**WHAT YOU HAVE TO DO**
In the data below, find the line that contains "chains and trees." and the line that contains "stiff = np.flatnonzero(present". Copy both, plus every line between them, exactly.

**Saved data entries**

"""Rules of bodies and supports: mass, inertia, freedoms, places."""

from modalview.model.parts import Body, InertiaTensor, Motion, Support
from modalview.model.rules_context import Context, Findings, points
from modalview.model.rules_values import above_zero, listed, not_negative, tolerance
from modalview.model.values import Value
from modalview.units.show import short

SHAPES = ("box", "disc", "point")

_IMPOSSIBLE = (
    "no distribution of mass has these moments and products: Pxy, Pxz or Pyz is too large (the tensor is not "
    "positive definite, or one principal moment exceeds the sum of the other two)"
)

# Share of the moments that typed numbers may miss a rule by: a thin disc has Izz = Ixx + Iyy exactly.
ROUNDING = 1e-9


def body(given: Body, context: Context) -> Findings:
    """Yield every rule that a body breaks."""
    yield from _mass(given, context)
    yield from _inertia(given, context)
    yield from tolerance("tolerance", given.tolerance, None)
    yield from points("position", given.position, context, required=not context.drawn_only)
    yield from listed("dof", given.dof, context.freedoms, context.motion.value)
    if given.drawn is not None:
        yield from above_zero("drawn . width", given.drawn.width)
        yield from above_zero("drawn . height", given.drawn.height)
        if given.drawn.shape not in (None, *SHAPES):
            yield "drawn . shape", f'is one of {", ".join(SHAPES)}; found "{given.drawn.shape}"'


def support(given: Support, context: Context) -> Findings:
    """Yield every rule that a support breaks."""
    yield from points("position", given.position, context, required=not context.drawn_only)


def _mass(given: Body, context: Context) -> Findings:
    if given.mass is None:
        if context.motion is not Motion.SHAFT_TRAIN:
            yield "mass", 'is missing; a massless junction has the mass "0 kg"'
        return
    yield from not_negative("mass", given.mass)
    yield from tolerance("mass . tolerance", given.mass.tolerance, given.mass.entry)


def _inertia(given: Body, context: Context) -> Findings:
    inertia = given.inertia
    if inertia is None:
        if context.motion is Motion.SHAFT_TRAIN:
            yield (
                "inertia",
                'is missing; every body of a shaft train turns, a massless junction has "0 kg m2"',
            )
    elif isinstance(inertia, Value):
        if context.motion is Motion.SPACE:
            yield (
                "inertia",
                'in space is {"Ixx", "Iyy", "Izz"}, with Pxy, Pxz, Pyz where not zero',
            )
        yield from not_negative("inertia", inertia)
        yield from tolerance("inertia . tolerance", inertia.tolerance, inertia.entry)
    elif context.motion is not Motion.SPACE:
        yield "inertia", f"in {context.motion.value} is one value about z; three moments are for space"
    else:
        yield from _tensor(inertia)


def _tensor(tensor: InertiaTensor) -> Findings:
    yield from tolerance("inertia . tolerance", tensor.tolerance, None)
    for key in ("Ixx", "Iyy", "Izz", "Pxy", "Pxz", "Pyz"):
        value: Value | None = getattr(tensor, key)
        if value is not None and value.tolerance is not None:
            yield f"inertia . {key} . tolerance", "belongs to the inertia as a whole, which scales as one"
    wrong = [
        finding
        for key in ("Ixx", "Iyy", "Izz")
        for finding in above_zero(f"inertia . {key}", getattr(tensor, key))
    ]
    wrong = wrong or list(_triangle(tensor))
    yield from wrong
    if not wrong and not _can_be_mass(tensor):
        yield "inertia", _IMPOSSIBLE


def _triangle(tensor: InertiaTensor) -> Findings:
    moments = {"Ixx": tensor.Ixx, "Iyy": tensor.Iyy, "Izz": tensor.Izz}
    for key, value in moments.items():
        others = [other for other in moments if other != key]
        total = sum(moments[other].si for other in others)
        if value.si > total * (1 + ROUNDING):
            sum_text = f"{' + '.join(others)} = {short(total)} kg m2"
            yield f"inertia . {key}", f'"{value.text}" is more than {sum_text}; no body has such moments'


def _can_be_mass(tensor: InertiaTensor) -> bool:
    """Tell whether the second moments of mass, integrals of x x, x y ... dm, are not negative anywhere.

    With S their matrix, the inertia tensor is trace(S) I - S. S having no negative principal value is the
    same as the principal moments keeping Ixx <= Iyy + Izz, and makes the tensor positive; checked by all
    principal minors, moments taken relative to the largest.
    """
    size = max(tensor.Ixx.si, tensor.Iyy.si, tensor.Izz.si)  # above zero, checked before
    ixx, iyy, izz = tensor.Ixx.si / size, tensor.Iyy.si / size, tensor.Izz.si / size
    xx, yy, zz = (iyy + izz - ixx) / 2, (ixx + izz - iyy) / 2, (ixx + iyy - izz) / 2
    xy, xz, yz = (0.0 if p is None else p.si / size for p in (tensor.Pxy, tensor.Pxz, tensor.Pyz))
    if any(p * p > a * b + ROUNDING for a, b, p in ((xx, yy, xy), (xx, zz, xz), (yy, zz, yz))):
        return False
    determinant = xx * yy * zz + 2 * xy * xz * yz - xx * yz * yz - yy * xz * xz - zz * xy * xy
    return not determinant < -ROUNDING
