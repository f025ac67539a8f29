"""Coordinates relative over stiff terms, so that the soft information stays in the formed matrix."""

import math
from collections.abc import Iterable

import numpy as np
import numpy.typing as npt
import scipy.sparse as sp

Array = npt.NDArray[np.float64]

# A term is stiff beside the softest one beyond this ratio.
STIFF = 1e3

# What is left of a term's row after reduction counts as a direction of its own above this share.
INDEPENDENT = 1e-9

# A coordinate may be replaced where its entry is at least this share of the largest.
LARGE_ENOUGH = 0.5

# Splits a double into halves of 26 bits (T. J. Dekker (1971), Numer. Math. 18, 224).
SPLITTER = 2.0**27 + 1


def relative_basis(rows: sp.csr_array, stiffness: Array, scale: Array) -> sp.csr_array:
    """Return T (n, n), of determinant 1 or -1, with x = T z: z holds motion relative over stiff terms.

    Parameters
    ----------
    rows : csr_array (t, n)
    stiffness : array (t,)
    scale : array (n,)
        Metres per unit of each coordinate.

    Notes
    -----
    From the stiffest term down to 1e3 times the softest: its row, seen by the coordinates that are still
    free, replaces one of them, so that the term stretches relative coordinates only. Two masses on a stiff
    spring become x and x + z; K z = a.T k a z then holds the stiff value beside z and the soft ones beside
    x, where x and x + z held their sum, and with it only u times the stiff value of the soft ones. T may be
    rounded: it is what is stored, and any invertible T leaves every count as it is (Sylvester). Ordered by
    the time of replacement T is triangular with ones on the diagonal. Entries: about n log n in
    chains and trees.
    """
    scaled = sp.csr_array(rows @ sp.diags_array(1 / scale))
    weight = np.abs(stiffness) * np.asarray((scaled * scaled).sum(axis=1)).ravel()
    present = weight > 0
    softest = weight[present].min(initial=np.inf)
    stiff = np.flatnonzero(present & (weight > STIFF * softest))
    replaced = _Replaced(rows.shape[1])
    for term in stiff[np.argsort(-weight[stiff], kind="stable")]:
        inside = slice(scaled.indptr[term], scaled.indptr[term + 1])
        replaced.take(zip(scaled.indices[inside].tolist(), scaled.data[inside].tolist(), strict=True))
    turned = sp.csr_array(replaced.matrix())
    return sp.csr_array(sp.diags_array(1 / scale) @ turned @ sp.diags_array(scale)) if stiff.size else turned


class _Replaced:
    """x_j = z_j + a sum over free coordinates and others replaced later."""

    def __init__(self, n: int) -> None:
        self._n = n
        self._rest: dict[int, dict[int, float]] = {}
        self._users: dict[int, set[int]] = {}

    def take(self, row: Iterable[tuple[int, float]]) -> None:
        """Replace one free coordinate by the stretch of a row as the free coordinates see it."""
        seen: dict[int, float] = {}
        largest = 0.0
        for q, entry in row:
            largest = max(largest, abs(entry))
            for key, part in self._rest.get(q, {q: 1.0}).items():
                if key not in self._rest:
                    seen[key] = seen.get(key, 0.0) + entry * part
        top = max(map(abs, seen.values()), default=0.0)
        if top <= INDEPENDENT * largest:
            return
        large = [q for q, entry in seen.items() if abs(entry) >= LARGE_ENOUGH * top]
        pivot = min(large, key=lambda q: len(self._users.get(q, ())))
        rest = {
            q: -entry / seen[pivot]
            for q, entry in seen.items()
            if q != pivot and abs(entry) > INDEPENDENT * top
        }
        for user in self._users.pop(pivot, set()):
            theirs = self._rest[user]
            for q, entry in rest.items():
                theirs[q] = theirs.get(q, 0.0) + theirs[pivot] * entry
                self._users.setdefault(q, set()).add(user)
        self._rest[pivot] = rest
        for q in rest:
            self._users.setdefault(q, set()).add(pivot)

    def matrix(self) -> sp.coo_array:
        """Return T (n, n)."""
        found = [(j, q, entry) for j, rest in self._rest.items() for q, entry in rest.items() if entry]
        rows = [*range(self._n), *(j for j, _, _ in found)]
        cols = [*range(self._n), *(q for _, q, _ in found)]
        entries = [1.0] * self._n + [entry for _, _, entry in found]
        return sp.coo_array((entries, (rows, cols)), shape=(self._n, self._n))


def product(left: sp.csr_array, right: sp.csr_array) -> sp.csr_array:
    """Return left @ right, every entry correctly rounded however much cancels (relative error u).

    Products are split without error (Dekker) and summed exactly (math.fsum).
    """
    first = np.repeat(np.arange(left.shape[0]), np.diff(left.indptr))
    count = np.diff(right.indptr)[left.indices]
    starts = np.repeat(right.indptr[left.indices], count)
    within = np.arange(count.sum()) - np.repeat(np.cumsum(count) - count, count)
    a, b = np.repeat(left.data, count), right.data[starts + within]
    keys = np.repeat(first, count).astype(np.int64) * right.shape[1] + right.indices[starts + within]
    order = np.argsort(keys, kind="stable")
    keys, whole = keys[order], (a * b)[order]
    begin = np.flatnonzero(np.concatenate([[True], keys[1:] != keys[:-1]])) if keys.size else keys
    data = whole[begin]
    ends = np.append(begin[1:], keys.size)
    lost = _lost(a, b)[order]
    for at in np.flatnonzero(ends - begin > 1):
        inside = slice(begin[at], ends[at])
        data[at] = math.fsum([*whole[inside].tolist(), *lost[inside].tolist()])
    shape = (left.shape[0], right.shape[1])
    found = sp.csr_array((data, (keys[begin] // shape[1], keys[begin] % shape[1])), shape=shape)
    found.eliminate_zeros()
    found.sort_indices()
    return found


def _lost(a: Array, b: Array) -> Array:
    """Return a b - fl(a b), exactly."""
    a_high, b_high = _high(a), _high(b)
    a_low, b_low = a - a_high, b - b_high
    lost: Array = a_low * b_low - (((a * b - a_high * b_high) - a_low * b_high) - a_high * b_low)
    return lost


def _high(a: Array) -> Array:
    shifted = SPLITTER * a
    high: Array = shifted - (shifted - a)
    return high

**SOLUTION TO THIS TASK**
    chains and trees.
    """
    scaled = sp.csr_array(rows @ sp.diags_array(1 / scale))
    weight = np.abs(stiffness) * np.asarray((scaled * scaled).sum(axis=1)).ravel()
    present = weight > 0
    softest = weight[present].min(initial=np.inf)
    stiff = np.flatnonzero(present & (weight > STIFF * softest))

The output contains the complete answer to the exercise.